The evening before the Boston VMUG conference my friends and I were in our hotel winding down with some pizza and TV, discussing which breakout sessions we were going to attend the next day. At 10:50PM my phone lit up “VMware vCenter – Alarm alarm.HAhostStatus.” I immediately fired up my VPN connection and launched iLO to see another Purple Screen Of Death.
Damn! Exception 14 again. That’s two hosts within a month! I extracted the logs as described in part 1 and found the following.
2014-06-24T02:49:00.449Z cpu17:33512)@BlueScreen: #PF Exception 14 in world 33512:lpfc_do_work IP 0x4180057c62c6 addr 0x747369 PTEs:0x13e5d1027;0x13e2e9027;0x0; 2014-06-24T02:49:00.449Z cpu17:33512)Code start: 0x418005000000 VMK uptime: 60:12:38:37.042 2014-06-24T02:49:00.449Z cpu17:33512)0x41238ba1da80:[0x4180057c62c6]lpfc_sli4_bpl2sgl@#+0xb6 stack: 0x410a793b2248 2014-06-24T02:49:00.450Z cpu17:33512)0x41238ba1db50:[0x4180057cfef8]__lpfc_sli_issue_iocb_s4@#+0x80 stack: 0x412e80c5d5c0 2014-06-24T02:49:00.450Z cpu17:33512)0x41238ba1db90:[0x4180057c9c54]lpfc_sli_issue_iocb@#+0xc0 stack: 0x418000000002 2014-06-24T02:49:00.450Z cpu17:33512)0x41238ba1dc60:[0x418005768082]lpfc_els_rsp_rls_acc@#+0x142 stack: 0x41238ba1dd00 2014-06-24T02:49:00.451Z cpu17:33512)0x41238ba1ddb0:[0x4180057d45dd]lpfc_sli_handle_mb_event@#+0x129 stack: 0xc5913e00000078 2014-06-24T02:49:00.451Z cpu17:33512)0x41238ba1df30:[0x41800577c810]lpfc_work_done@#+0xbcc stack: 0x225e 2014-06-24T02:49:00.451Z cpu17:33512)0x41238ba1df80:[0x4180057821d4]lpfc_do_work_event@#+0xbc stack: 0x13
This time it wasn’t the HPSA, but rather the LPFC driver used by our HP VirtualConnects that caused the crash.

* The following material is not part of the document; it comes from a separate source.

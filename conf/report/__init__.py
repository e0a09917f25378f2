"""Options only the report job has (Hydra finds them through this package: it needs this file)."""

This host was running version 10.0.575.8. VMware tells me that they are working with Emulex to fix the driver and VMware recommends upgrading to LPFC version 10.2.261.7 available here as there have been no reported PSOD’s with this version.

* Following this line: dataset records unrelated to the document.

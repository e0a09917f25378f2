"""Shared fixtures: a tiny random BERT (hidden 32, 2 layers, ~120-token WordPiece vocab) saved to a folder."""

from __future__ import annotations

import os
import string
import subprocess
import sys
from pathlib import Path

import pytest

os.environ.setdefault("HF_HUB_OFFLINE", "1")
os.environ.setdefault("TOKENIZERS_PARALLELISM", "false")

TINY_WORDS = ("the court tenant landlord notice contract clause appeal judgment patient ward dose nurse scan "
              "report claim rent months of and to a in is was for on by with").split()


def start_console(script: str, args: list[str], cwd: Path) -> subprocess.Popen:
    """Start one of the installed console scripts (``adapt-score`` …) offline, with piped text output."""
    exe = Path(sys.executable).parent / script
    env = {**os.environ, "HF_HUB_OFFLINE": "1", "TOKENIZERS_PARALLELISM": "false"}
    return subprocess.Popen([str(exe), *args], cwd=cwd, env=env, stdout=subprocess.PIPE, stderr=subprocess.PIPE,
                            text=True)


def build_tiny_encoder(folder: Path, seed: int = 0, with_head: bool = True) -> Path:
    """Save a tiny random BertForMaskedLM and its WordPiece tokenizer into ``folder``.

    ``with_head=False`` drops the MLM head weights from the saved file, like the packaged encoder.
    """
    import torch
    from safetensors.torch import load_file, save_file
    from transformers import BertConfig, BertForMaskedLM, BertTokenizerFast

    folder.mkdir(parents=True, exist_ok=True)
    letters = list(string.ascii_lowercase)
    vocab = (["[PAD]", "[UNK]", "[CLS]", "[SEP]", "[MASK]"] + list(".,;:'-0123456789") + letters
             + [f"##{c}" for c in letters + list("0123456789")] + TINY_WORDS)
    tok = BertTokenizerFast(vocab={t: i for i, t in enumerate(vocab)}, do_lower_case=True)
    tok.save_pretrained(folder)
    config = BertConfig(vocab_size=len(vocab), hidden_size=32, num_hidden_layers=2, num_attention_heads=2,
                        intermediate_size=64, max_position_embeddings=128, type_vocab_size=2,
                        hidden_dropout_prob=0.1, attention_probs_dropout_prob=0.1)
    torch.manual_seed(seed)
    model = BertForMaskedLM(config)
    model.save_pretrained(folder)
    if not with_head:
        weights = folder / "model.safetensors"
        state = {k: v for k, v in load_file(str(weights)).items() if not k.startswith("cls.")}
        save_file(state, str(weights), metadata={"format": "pt"})
    return folder


@pytest.fixture
def tiny_encoder(tmp_path: Path) -> Path:
    return build_tiny_encoder(tmp_path / "tiny-encoder")


@pytest.fixture
def tiny_encoder_headless(tmp_path: Path) -> Path:
    return build_tiny_encoder(tmp_path / "tiny-encoder-headless", with_head=False)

Installing the new driver is identical to the process described in part 1 and is well documented on VMware’s site.
To find what version LPFC driver you’re running…
- SSH to your ESXi host
- Identify the HBA’s installed and make sure you have LPFC interfaces
# esxcfg-scsidevs -a vmhba0 hpsa link-n/a sas.5001438026743f90 (0:3:0.0) Hewlett-Packard Company Smart Array P220i vmhba1 lpfc link-up fc.5001438002a30041:5001438002a30040 (0:4:0.2) ServerEngines Corporation Emulex OneConnect OCe11100 FCoE Initiator vmhba2 lpfc link-up fc.5001438002a30043:5001438002a30042 (0:4:0.3) ServerEngines Corporation Emulex OneConnect OCe11100 FCoE Initiator
- Now that we verified our host has two LPFC’s, run the following to get the version
# vmkload_mod -s lpfc |grep Version Version: 10.0.575.8-1OEM.550.0.0.1198611
If you have version 10.0.575.8-1OEM.550.0.0.1198611 like the example, you’d best get patching.